“Because It’s the Right Thing to Do.”

A veteran CFO discusses the finer points of bottle design and why paying higher wages makes sense. An interview with Richard Galanti, EVP and CFO of Costco Wholesale Corp.

In 1984, Richard Galanti was a young investment banker at Donaldson, Lufkin & Jenrette when a Seattle-area start-up retailer invited him to become its vice president of finance. He is now starting his 27th year as finance chief of Costco Wholesale Corp., which has become the nation’s third-largest retailer, with fiscal 2009 revenues of $71.4 billion. Costco is a warehouse club; some 55 million people pay an annual fee to shop at its 566 locations in the United States and abroad. They buy goods, frequently in bulk, ranging from apparel and appliances to food, electronics, jewelry, and more.

But Galanti, who turns 54 in March, isn’t the only old-timer at Costco. Co-founders Jim Sinegal and Jeff Brotman, for example, are still at the helm as CEO and chairman, respectively. Indeed, turnover is generally low among Costco’s 147,000 employees. That’s because the company’s compensation and benefits are far more generous than those of its main rivals, Sam’s Club and BJ’s Wholesale Club. Costco’s shoppers are loyal, too: the member renewal rate in 2009 was 87%. (That loyalty pays dividends: in 2009, membership fees contributed just 2% of total revenue but 86% of operating income.)

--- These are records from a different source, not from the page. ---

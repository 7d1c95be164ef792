"""Noisy memory circuits: stim's noiseless generators, the native gate set, each component's noise.

:func:`build_memory_circuit` takes stim's own noiseless rotated surface-code or repetition-code
memory circuit, rewrites it into the device's native two-qubit gate (CX kept, or each CX as
H-CZ-H with the Hadamards that meet cancelled) and then places every component of a
:class:`~planner.noise.NoiseModel` at its locations, layer by layer (a layer is what lies between
two TICKs):

- after each single-qubit gate ``DEPOLARIZE1(gate_1q)`` on its targets, after each two-qubit gate
  ``DEPOLARIZE2(gate_2q)``;
- before each measurement a ``readout`` flip (X_ERROR before M/MR, Z_ERROR before MX/MRX), after
  each reset a ``reset`` flip (X_ERROR after R/MR, Z_ERROR after RX/MRX);
- on every qubit the layer leaves alone, the idle channel of that layer's duration:
  ``PAULI_CHANNEL_1`` (twirled T1/T2) and ``DEPOLARIZE1`` (excess), from ``idle`` in gate layers
  and ``idle_measure`` in layers that measure or reset.

Choices made here (they change sampled numbers, so they are stated once):

- stim's generators leave out the TICK between the last ancilla readout and the final data
  readout. We put it back (a new layer starts at an operation that follows a layer's
  DETECTOR/OBSERVABLE_INCLUDE/SHIFT_COORDS, or a REPEAT block), so the data qubits idle
  through every ancilla readout, including the last one, for every round count, and the
  flattened circuit read TICK by TICK shows the layers the noise was placed for.
- The final layer (the data readout) gets no idle noise: the qubits it leaves alone are never
  used again, so noise on them could not change any detector or observable.
- Hadamards cancel only between adjacent H-only layers in the same block body; a REPEAT body is
  kept (never unrolled), so Hadamards across its boundary are left as they are.
- Channels whose probability is 0 are left out, so a perfect component leaves no instruction.
- Probabilities carry the 6 significant digits of stim's text form (what sinter samples).

This module builds circuits; it samples nothing.
"""

from __future__ import annotations

import dataclasses
from collections.abc import Iterable, Sequence

import stim

from planner.config import distance_problem, size_problem
from planner.errors import InputError
from planner.noise import NoiseModel

CODES: tuple[str, ...] = ("surface", "repetition")

_GATES_1Q = frozenset({"H", "S", "S_DAG", "SQRT_X", "SQRT_X_DAG", "X", "Y", "Z", "I"})
_GATES_2Q = frozenset({"CX", "CZ"})
#: measurement -> the flip that corrupts its result (placed before it)
_MEASURE_FLIP = {"M": "X_ERROR", "MX": "Z_ERROR", "MR": "X_ERROR", "MRX": "Z_ERROR"}
#: reset -> the flip that corrupts the prepared state (placed after it)
_RESET_FLIP = {"R": "X_ERROR", "RX": "Z_ERROR", "MR": "X_ERROR", "MRX": "Z_ERROR"}
_ANNOTATIONS = frozenset({"DETECTOR", "OBSERVABLE_INCLUDE", "SHIFT_COORDS", "QUBIT_COORDS"})
_NOISE = frozenset({"DEPOLARIZE1", "DEPOLARIZE2", "X_ERROR", "Z_ERROR", "Y_ERROR", "PAULI_CHANNEL_1",
                    "PAULI_CHANNEL_2"})
_OPERATIONS = _GATES_1Q | _GATES_2Q | frozenset(_MEASURE_FLIP) | frozenset(_RESET_FLIP)


# ---------------------------------------------------------------------------------------------
# public API


def noiseless_memory_circuit(*, code: str, distance: int, rounds: int, basis: str) -> stim.Circuit:
    """stim's own noiseless memory circuit for ``code`` ("surface" rotated, or "repetition").

    >>> noiseless_memory_circuit(code="repetition", distance=3, rounds=1, basis="z").num_detectors
    4
    """
    if code not in CODES:
        raise ValueError(f"unknown code {code!r}; known: {', '.join(CODES)}")
    if (problem := distance_problem(distance)) is not None:
        raise InputError(problem, field="distance")
    if isinstance(rounds, bool) or not isinstance(rounds, int) or rounds < 1:
        raise ValueError(f"rounds must be an integer >= 1, got {rounds!r}")
    # estimate the size before stim builds anything: a huge circuit would take minutes and gigabytes
    problem = size_problem(code=code, distance=distance, rounds=rounds)
    if problem is not None:
        raise ValueError(problem)
    if code == "surface":
        if basis not in ("z", "x"):
            raise ValueError(f"basis must be 'z' or 'x' for the surface code, got {basis!r}")
        return stim.Circuit.generated(f"surface_code:rotated_memory_{basis}", distance=distance,
                                      rounds=rounds)
    if basis != "z":
        raise ValueError(f"the repetition-code memory exists in basis 'z' only, got {basis!r}")
    return stim.Circuit.generated("repetition_code:memory", distance=distance, rounds=rounds)


def build_memory_circuit(model: NoiseModel, *, code: str, distance: int, rounds: int,
                         basis: str) -> stim.Circuit:
    """The noisy memory circuit the sweep samples: ``distance`` (odd, >= 3), ``rounds`` (>= 1)
    rounds of stabilizer measurement, logical ``basis`` "z" or "x" (repetition code: "z" only),
    in ``model.native_2q`` with every component of ``model`` placed (see the module doc).

    >>> c = build_memory_circuit(NoiseModel.sd6(0.001), code="surface", distance=3, rounds=3, basis="z")
    >>> len(c.shortest_graphlike_error())
    3
    """
    if model.native_2q not in ("cx", "cz"):
        raise ValueError(f"native_2q must be 'cx' or 'cz', got {model.native_2q!r}")
    base = noiseless_memory_circuit(code=code, distance=distance, rounds=rounds, basis=basis)
    items = _parse(base)
    if model.native_2q == "cz":
        items = _to_cz(items)
    qubits = sorted(_qubits_of(items))
    out = stim.Circuit()
    last = max((i for i, it in enumerate(items) if isinstance(it, _Layer)), default=-1)
    _emit(items, model=model, qubits=qubits, out=out, final_index=last)
    # stim writes (and pickles, which is how sinter ships tasks to its workers) arguments with 6
    # significant digits: return that circuit, so the one printed, hashed and sampled are one
    return stim.Circuit(str(out))
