"""Report files from one small real sweep: every file is produced and parses, the numbers agree
across Markdown, CSV, JSON and HTML, writes are atomic, and an unwritable out dir is one clear
error."""

from __future__ import annotations

import base64
import csv
import dataclasses
import json
import math
import os
from html.parser import HTMLParser
from pathlib import Path
from typing import Any

import numpy as np
import pytest

from planner.config import COMPONENTS, EXAMPLE_TOML, load_target, parse_target
from planner.errors import InputError
from planner.planning import answer_all
from planner.reports import files, html, plots, text
from planner.store import SampleStore
from planner.sweep import StoppingRule
from tests.helpers.sampled import SampleOnce, copy_out
from tests.helpers.synthetic import PAULI_COMPONENTS

#: small but real: 4 scale points x d = 3, 5 x two bases, 200 errors or 50k shots per task
RULE = StoppingRule(max_errors=200, max_shots=50_000)
ROADMAP = """
[roadmap]
start = 2030-01-01
horizon_years = 10
step = "year"
[roadmap.rates]
gate_2q = { per_year = 0.2, spread = 0.05 }
readout = { halving_years = 3.0 }
"""
# one round count (r = d): these tests check the files' agreement at a small budget (200 errors per
# task); the decay fit over r = d, 3d widens the sensitivity intervals there until some reach an
# infinite end (a JSON null), which the agreement checks below do not expect
TARGET_TOML = EXAMPLE_TOML.replace(
    "joint_scales = [0.5, 1.0]",
    'joint_scales = [0.5, 1.0]\ncomponent_scales = [0.5]\ncomponents = ["gate_2q", "readout"]'
    '\nround_multiples = [1]') + ROADMAP
NO_ROADMAP_TOML = TARGET_TOML.replace(ROADMAP, "")

EXPECTED = {"requirements.md", "requirements.csv", "roadmap.md", "roadmap.csv", "roadmap_dates.csv",
            "sensitivity.md", "sensitivity.csv", "fits.json", "report.html",
            *(f"plots/{n}.png" for n in ("logical_error_vs_distance", "lambda_vs_joint_scale",
                                         "lambda_vs_component_scale", "inverse_lambda_budget", "roadmap"))}


@dataclasses.dataclass(frozen=True)
class Built:
    out: Path
    target: Any
    stats: list
    answers: Any
    written: list[Path]


@pytest.fixture(scope="module")
def built(tmp_path_factory: pytest.TempPathFactory, sample_once: SampleOnce) -> Built:
    root = tmp_path_factory.mktemp("reports")
    path = root / "small.toml"
    path.write_text(TARGET_TOML)
    target = load_target(path)
    out = copy_out(sample_once(TARGET_TOML, rule=RULE, workers=2), root / "out")
    store = SampleStore(out)
    stats = store.stats()
    answers = answer_all(target, stats, seed=0)
    written = files.write_all(answers, out_dir=out, target=target)
    return Built(out, target, stats, answers, written)


def _read_csv(path: Path) -> list[dict[str, str]]:
    with path.open(newline="") as fh:
        return list(csv.DictReader(fh))


def _header(path: Path) -> list[str]:
    with path.open(newline="") as fh:
        return next(csv.reader(fh))


class _Page(HTMLParser):
    """Collects tags, image sources, links and the cell texts of every table row."""

    def __init__(self) -> None:
        super().__init__()
        self.tags: list[str] = []
        self.images: list[str] = []
        self.links: list[str] = []
        self.rows: list[list[str]] = []
        self.text: list[str] = []
        self._cell: list[str] | None = None

    def handle_starttag(self, tag: str, attrs: list[tuple[str, str | None]]) -> None:
        self.tags.append(tag)
        a = dict(attrs)
        if tag == "img":
            self.images.append(a.get("src") or "")
        for k in ("href", "src"):
            if k in a and tag != "img":
                self.links.append(a[k] or "")
        if tag == "tr":
            self.rows.append([])
        if tag in ("td", "th"):
            self._cell = []

    def handle_endtag(self, tag: str) -> None:
        if tag in ("td", "th") and self._cell is not None:
            self.rows[-1].append("".join(self._cell))
            self._cell = None

    def handle_data(self, data: str) -> None:
        self.text.append(data)
        if self._cell is not None:
            self._cell.append(data)


def _page(path: Path) -> _Page:
    p = _Page()
    p.feed(path.read_text())
    p.close()
    return p


def _md_rows(path: Path) -> list[list[str]]:
    rows = []
    for line in path.read_text().splitlines():
        if line.startswith("| "):
            rows.append([c.strip().replace("\\|", "|") for c in line.strip()[2:-2].split(" | ")])
    return rows


# ---------------------------------------------------------------------------------------------


def test_every_file_is_written(built: Built) -> None:
    rel = {p.relative_to(built.out).as_posix() for p in built.written}
    assert rel == EXPECTED
    assert all((built.out / r).is_file() and (built.out / r).stat().st_size > 0 for r in rel)
    # ordinary files: readable by others as far as the umask allows (mkstemp alone gives 0600)
    umask = os.umask(0o022)
    os.umask(umask)
    assert all((built.out / r).stat().st_mode & 0o777 == 0o666 & ~umask for r in rel)


def test_csv_files_have_the_expected_columns(built: Built) -> None:
    assert _header(built.out / "requirements.csv") == list(files.REQUIREMENTS_COLUMNS)
    rows = _read_csv(built.out / "requirements.csv")
    levers = [r["lever"] for r in rows if r["quantity"] == "factor_needed"]
    assert levers == ["joint", *PAULI_COMPONENTS]  # no [device.leakage]: leakage is left out
    for r in rows:  # numbers or empty, never a formatted interval
        for k in ("best", "low", "high"):
            assert r[k] == "" or math.isfinite(float(r[k])), r
    assert _header(built.out / "sensitivity.csv") == list(files.SENSITIVITY_COLUMNS)
    sens = _read_csv(built.out / "sensitivity.csv")
    assert sorted(r["component"] for r in sens) == sorted(PAULI_COMPONENTS)
    # components without their own axis (here all but gate_2q and readout) have no share of their
    # own: empty, "sampled" false; the sampled shares and the group's share together make 1
    unsampled = built.answers.sensitivity.unsampled
    assert unsampled and all(r["share_of_inverse_lambda"] == "" and r["sampled"] == "false"
                             for r in sens if r["component"] in unsampled)
    together = built.answers.sensitivity.unsampled_share
    assert math.isclose(sum(float(r["share_of_inverse_lambda"]) for r in sens if r["component"] not in unsampled)
                        + together, 1.0, rel_tol=1e-9)
    rm = built.answers.roadmap
    head = _header(built.out / "roadmap.csv")
    assert head[:2] == ["date", "years"]
    assert [h for h in head if h.startswith("scale_")] == [f"scale_{c}" for c in COMPONENTS]
    assert [h for h in head if h.startswith("eps_d")] == [f"eps_d{d}" for d in rm.candidate_distances]
    steps = _read_csv(built.out / "roadmap.csv")
    assert len(steps) == len(rm.steps) and steps[0]["date"] == "2030-01-01"
    assert _header(built.out / "roadmap_dates.csv") == list(files.DATES_COLUMNS)
    assert [r["event"] for r in _read_csv(built.out / "roadmap_dates.csv")] == ["goal", "Lambda >= 2",
                                                                               "Lambda >= 4"]


def test_fits_json_carries_the_target_and_the_confidence(built: Built) -> None:
    doc = json.loads((built.out / "fits.json").read_text())
    assert doc["confidence"] == 0.95
    assert doc["target"]["sha256"] == built.target.sha256 and doc["target"]["name"] == "small"
    assert {"fits", "model", "requirements", "roadmap", "sensitivity", "uncertainty"} <= doc.keys()
    lam = [x for x in doc["fits"]["lambda"] if x["axis"] == "joint" and x["factor"] == 1.0]
    assert len(lam) == 1 and set(lam[0]["suppression_factor"]) == {"best", "low", "high"}


def test_pngs_decode_and_are_not_blank(built: Built) -> None:
    from matplotlib.image import imread

    for name in (p for p in EXPECTED if p.endswith(".png")):
        img = imread(built.out / name)
        assert img.ndim == 3 and img.shape[0] > 200 and img.shape[1] > 300, name
        assert float(np.var(img[..., :3])) > 0, name


def test_html_is_self_contained_and_embeds_every_plot(built: Built) -> None:
    page = _page(built.out / "report.html")
    assert page.links == []  # no stylesheet, script or image link to anything outside
    assert "script" not in page.tags and "link" not in page.tags
    pngs = sorted((built.out / "plots").glob("*.png"))
    assert len(page.images) == len(pngs) == 5
    embedded = []
    for src in page.images:
        assert src.startswith("data:image/png;base64,")
        embedded.append(base64.b64decode(src.split(",", 1)[1], validate=True))
    assert sorted(embedded) == sorted(p.read_bytes() for p in pngs)
    body = " ".join(page.text)
    assert "check against the device" in body.lower() or "check them against the device" in body.lower()
    assert "No substitute for the team's own validation" in body
    assert built.target.device.name in body and "1e-06" in body


def test_html_escapes_text(built: Built, tmp_path: Path) -> None:
    target = parse_target(TARGET_TOML.replace('name = "example"', 'name = "<b>chip & co</b>"'))
    html_text = (files.write_all(built.answers, out_dir=tmp_path, target=target)[-1]).read_text()
    assert "&lt;b&gt;chip &amp; co&lt;/b&gt;" in html_text and "<b>chip" not in html_text


def test_tables_read_the_same_in_markdown_and_html(built: Built) -> None:
    page_rows = _page(built.out / "report.html").rows
    for md in ("requirements.md", "roadmap.md", "sensitivity.md"):
        rows = _md_rows(built.out / md)
        assert len(rows) > 3
        for r in rows:
            assert r in page_rows, (md, r)


def test_joint_factor_and_lambda_today_agree_everywhere(built: Built) -> None:
    doc = json.loads((built.out / "fits.json").read_text())
    joint = doc["requirements"]["joint"]["factor_interval"]
    today = next(x for x in doc["fits"]["lambda"] if x["axis"] == "joint" and x["factor"] == 1.0)
    today = today["suppression_factor"]
    rows = {(r["quantity"], r["lever"]): r for r in _read_csv(built.out / "requirements.csv")}
    for key, iv in ((("factor_needed", "joint"), joint), (("suppression_factor_today_fitted", "joint"), today)):
        for k in ("best", "low", "high"):
            assert float(rows[key][k]) == iv[k]  # full precision round trip
    md = (built.out / "requirements.md").read_text()
    html_text = " ".join(_page(built.out / "report.html").text)
    for iv in (joint, today):
        shown = text.span(iv["best"], iv["low"], iv["high"])
        assert shown in md and shown in html_text, shown
    assert md.count(text.span(joint["best"], joint["low"], joint["high"])) == 1


def test_markdown_states_the_interval_once_and_a_caveat_under_each_table(built: Built) -> None:
    for name in ("requirements.md", "roadmap.md", "sensitivity.md"):
        md = (built.out / name).read_text()
        assert md.count("95% confidence") == 1, name
        tables = md.count("\n## ")
        assert tables >= 1 and md.count(f"_{text.CAVEAT}_") == tables, name
        assert sum(line.startswith("|---|") for line in md.splitlines()) == tables
    req = (built.out / "requirements.md").read_text()
    assert "(x today's error)" in req and "(ratio)" in req  # units in the headers
    rj = built.answers.requirements.to_json()
    extrapolated = any(c["extrapolation"] for c in (rj["joint"], rj["cheapest_mix"], *rj["components"]))
    cells = [c for row in _md_rows(built.out / "requirements.md") for c in row]
    assert any(text.EXTRAPOLATED in c for c in cells) == extrapolated


def test_rate_plot_draws_the_goal_and_dashes_the_extrapolation(built: Built) -> None:
    goal = built.target.goal.logical_error_per_cycle
    fig = plots.rates_figure(built.answers.fits, goal=goal)
    ax = fig.axes[0]
    assert any(list(line.get_ydata()) == [goal, goal] for line in ax.get_lines())
    # the goal (1e-6) is far below the sampled rates (~1e-2), so every line goes on dashed
    assert sum(line.get_linestyle() == "--" for line in ax.get_lines()) == 2
    assert ax.get_yscale() == "log" and ax.get_xlabel() == "code distance d"
    lam = plots.lambda_joint_figure(built.answers.fits, built.answers.model).axes[0]
    assert any(list(line.get_ydata()) == [1.0, 1.0] for line in lam.get_lines())


def test_no_temporary_files_are_left(built: Built) -> None:
    leftovers = [p for p in built.out.rglob("*") if p.name.endswith(".tmp")]
    assert leftovers == []
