def broken(answers):
    """The answers with the values an overflow or underflow produces: an infinite required Lambda,
    rates of exactly 0, -0.0 months, a perfect component's infinite Lambda."""
    req = answers.requirements
    today = dataclasses.replace(req.today, logical_error_per_cycle=0.0, logical_error_per_cycle_interval=ZERO,
                                suppression_model_interval=Interval(low=3.0, best=math.inf, high=math.inf))
    mix = dataclasses.replace(req.mix, logical_error_per_cycle=0.0)
    req = dataclasses.replace(req, required_suppression=math.inf,
                              required_suppression_interval=Interval(low=40.0, best=math.inf, high=math.inf),
                              today=today, mix=mix)
    steps = tuple(dataclasses.replace(s, suppression=math.inf, suppression_interval=Interval(low=9.0, best=math.inf, high=math.inf),
                                      eps={d: 0.0 for d in s.eps}, eps_intervals={d: ZERO for d in s.eps})
                  for s in answers.roadmap.steps)
    rm = dataclasses.replace(answers.roadmap, steps=steps)
    rows = tuple(dataclasses.replace(r, months_earlier=-0.0, suppression_perfect=math.inf,
                                     intervals={**r.intervals, "months_earlier": NEG_ZERO,
                                                "suppression_perfect": Interval(low=math.inf, best=math.inf, high=math.inf)})
                 for r in answers.sensitivity.rows)
    sens = dataclasses.replace(answers.sensitivity, rows=rows)
    return dataclasses.replace(answers, requirements=req, roadmap=rm, sensitivity=sens)


def _strip_images(page: str) -> str:
    return re.sub(r"data:image/png;base64,[A-Za-z0-9+/=]+", "", page)


def _strict_json(raw: str) -> object:
    def refuse(name: str) -> None:
        raise AssertionError(f"JSON holds {name}")
    return json.loads(raw, parse_constant=refuse)


def test_report_files_never_show_inf_nan_minus_zero_or_zero_intervals(tmp_path, no_plots, target, answers,
                                                                        verification):
    bad = broken(answers)
    v = dataclasses.replace(verification, rows=tuple(dataclasses.replace(r, predicted=ZERO)
                                                     for r in verification.rows))
    files.write_all(bad, out_dir=tmp_path, target=target, verification=v)
    seen = 0
    for path in sorted(tmp_path.iterdir()):
        if path.is_dir():
            continue
        body = path.read_text()
        seen += 1
        if path.suffix == ".json":
            _strict_json(body)
            continue
        if path.suffix == ".csv":
            for row in csv.reader(io.StringIO(body)):
                assert not {"inf", "-inf", "nan", "-0", "-0.0", "Infinity"} & set(row), (path.name, row)
            continue
        body = _strip_images(body) if path.suffix == ".html" else body
        hit = FORBIDDEN.search(body)
        assert hit is None, (path.name, body[max(hit.start() - 80, 0):hit.end() + 40])
    assert seen >= 10
    md = (tmp_path / "requirements.md").read_text()
    assert text.BEYOND in md and text.OVERFLOW_NOTES[text.BEYOND] in md  # said, and explained
    assert text.UNDERFLOW in (tmp_path / "roadmap.md").read_text()
    req_csv = list(csv.DictReader(io.StringIO((tmp_path / "requirements.csv").read_text())))
    need = next(r for r in req_csv if r["quantity"] == "required_suppression_factor")
    assert need["best"] == "" and text.BEYOND in need["note"]  # empty cell, and the note says why


def test_terminal_tables_never_show_inf_nan_minus_zero_or_zero_intervals(answers, verification):
    bad = broken(answers)
    con = Console(record=True, width=200)
    tables.render_requirements(bad.requirements, con)
    tables.render_roadmap(bad.roadmap, con)
    tables.render_sensitivity(bad.sensitivity, con)
    tables.render_verify(dataclasses.replace(verification, rows=tuple(
        dataclasses.replace(r, predicted=ZERO) for r in verification.rows)), con)
    tables.render_calculator(CalculatorAnswer(suppression=1.0001, eps_measured=1e-3, measured_distance=5,
                                              eps_target=1e-12, reachable=False, distance=None,
                                              physical_qubits=None, logical_error_per_cycle=0.0,
                                              required_suppression=math.inf, prefactor=1e-3), con)
    out = con.export_text()
    hit = FORBIDDEN.search(out)
    assert hit is None, out[max(hit.start() - 100, 0):hit.end() + 40]
    assert text.BEYOND in out and text.OVERFLOW_NOTES[text.BEYOND].split(":")[0] in out


def test_fits_json_is_strict_json_with_non_finite_numbers(tmp_path, target, answers):
    files.write_fits(broken(answers), tmp_path, target=target)
    doc = _strict_json((tmp_path / "fits.json").read_text())
    assert doc["requirements"]["required_suppression_factor"] is None  # inf -> null
    assert doc["roadmap"]["steps"][0]["suppression_factor"] is None
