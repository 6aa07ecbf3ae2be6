import { z } from "zod";

/** Latitude in decimal degrees, WGS84. */
export const latitudeSchema = z
  .number({ error: "Enter the latitude in decimal degrees (e.g. -34.45)" })
  .min(-90, "Latitude runs from -90 (South Pole) to 90 (North Pole)")
  .max(90, "Latitude runs from -90 (South Pole) to 90 (North Pole)");

/** Longitude in decimal degrees, WGS84. */
export const longitudeSchema = z
  .number({ error: "Enter the longitude in decimal degrees (e.g. 146.04)" })
  .min(-180, "Longitude runs from -180 to 180 (east of Greenwich is positive)")
  .max(180, "Longitude runs from -180 to 180 (east of Greenwich is positive)");

/**
 * Adds a "give both or neither" check for a latitude/longitude pair: half a location puts a gauge or
 * station on the equator or the prime meridian without anyone noticing.
 */
export function bothOrNeither(
  value: { latitude?: number | null; longitude?: number | null },
  ctx: { addIssue: (issue: { code: "custom"; message: string; path: string[] }) => void },
): void {
  const hasLat = value.latitude !== undefined && value.latitude !== null;
  const hasLon = value.longitude !== undefined && value.longitude !== null;
  if (hasLat !== hasLon) {
    ctx.addIssue({
      code: "custom",
      message: "Give both latitude and longitude, or neither",
      path: [hasLat ? "longitude" : "latitude"],
    });
  }
}
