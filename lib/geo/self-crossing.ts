import type { Position } from "geojson";

interface Segment {
  i: number;
  ax: number;
  ay: number;
  bx: number;
  by: number;
  minX: number;
  maxX: number;
  minY: number;
  maxY: number;
}

/** Sign of the turn a → b → c: +1 anticlockwise, -1 clockwise, 0 on one line. */
function turn(ax: number, ay: number, bx: number, by: number, cx: number, cy: number): number {
  return Math.sign((bx - ax) * (cy - ay) - (by - ay) * (cx - ax));
}

/** True when the two segments cross at a point inside both (touching at an end is not a crossing). */
function crosses(s: Segment, t: Segment): boolean {
  const d1 = turn(s.ax, s.ay, s.bx, s.by, t.ax, t.ay);
  const d2 = turn(s.ax, s.ay, s.bx, s.by, t.bx, t.by);
  const d3 = turn(t.ax, t.ay, t.bx, t.by, s.ax, s.ay);
  const d4 = turn(t.ax, t.ay, t.bx, t.by, s.bx, s.by);
  return d1 * d2 < 0 && d3 * d4 < 0;
}

/**
 * The first pair of edges of a closed ring that cross each other, as edge indices, or null. A boundary
 * drawn as a bow tie has no single inside, so its area means nothing. Edges are swept in order of their
 * low end along the axis on which they are shortest in total, so only edges whose spans overlap on that
 * axis are compared: tens of ms for a 10 000-corner field outline; quadratic only for rings drawn to
 * defeat the sweep (about 1.5 s for a diagonal zigzag of 10 000 corners), which is why boundaries are
 * capped at MAX_BOUNDARY_POSITIONS and only owners and managers may send them.
 */
export function firstSelfCrossing(ring: readonly Position[]): [number, number] | null {
  const n = ring.length - 1;
  const segments: Segment[] = [];
  let spanX = 0;
  let spanY = 0;
  for (let i = 0; i < n; i++) {
    const [ax, ay] = ring[i] as [number, number];
    const [bx, by] = ring[i + 1] as [number, number];
    const s = { i, ax, ay, bx, by, minX: Math.min(ax, bx), maxX: Math.max(ax, bx), minY: Math.min(ay, by), maxY: Math.max(ay, by) };
    spanX += s.maxX - s.minX;
    spanY += s.maxY - s.minY;
    segments.push(s);
  }
  const alongX = spanX <= spanY;
  const lo = (s: Segment) => (alongX ? s.minX : s.minY);
  const hi = (s: Segment) => (alongX ? s.maxX : s.maxY);
  segments.sort((s, t) => lo(s) - lo(t));
  for (let a = 0; a < segments.length; a++) {
    const s = segments[a]!;
    const end = hi(s);
    for (let b = a + 1; b < segments.length && lo(segments[b]!) <= end; b++) {
      const t = segments[b]!;
      if (t.minY > s.maxY || t.maxY < s.minY || t.minX > s.maxX || t.maxX < s.minX) continue;
      const gap = Math.abs(s.i - t.i);
      // Neighbouring edges share a corner; the first and last edges share the closing corner.
      if (gap === 1 || gap === n - 1) continue;
      if (crosses(s, t)) return s.i < t.i ? [s.i, t.i] : [t.i, s.i];
    }
  }
  return null;
}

Thanks to Costco’s concern for the welfare of its employees — and, increasingly, for the health of the environment — many people regard the company as the good guys of retail. Is Costco too good to be true? We recently talked with CFO Galanti to find out.

In December Costco reported growth in same-store sales for the first quarter of its fiscal year. How did the business hold up during the recession?

There were two questions for us at the beginning of the downturn. One, were customers still willing to pay a fee to shop? Two, would they still come to Costco, which is a little farther away from the local supermarket, discount store, or drugstore? In fact, the one thing that increased dramatically over the last 12 or 14 months was the frequency of shoppers. Were people spending less? Yes. Were they more discriminating in terms of what they were buying? Yes. Were categories like jewelry, home furnishings, and bigger-ticket discretionary items the weakest? Absolutely. But whatever the level of sales decline, it was less than it was for traditional retailers. As apparel stores at the mall were down 10%, 20%, and 30%, we were down 5%. As jewelry chains were down 20%, 30%, or 40%, we were down 10% and 15%.

Given that success, do you plan to expand from your current 40-state base?

Yes, but I doubt if we will ever be in all 50 states, at least not in the next five years. First of all, there are three players in our industry. While there are many cities around the country where there are two or three players and we profitably coexist, it’s always good to be first, because once the second guy comes in, customers may say, “I’ve already joined one of those clubs and I don’t need another one.” There are some states that are smaller, where if somebody else is already there, there’s not a whole lot of opportunity left. We’re not rushing to go to Arkansas, where Wal-Mart is headquartered.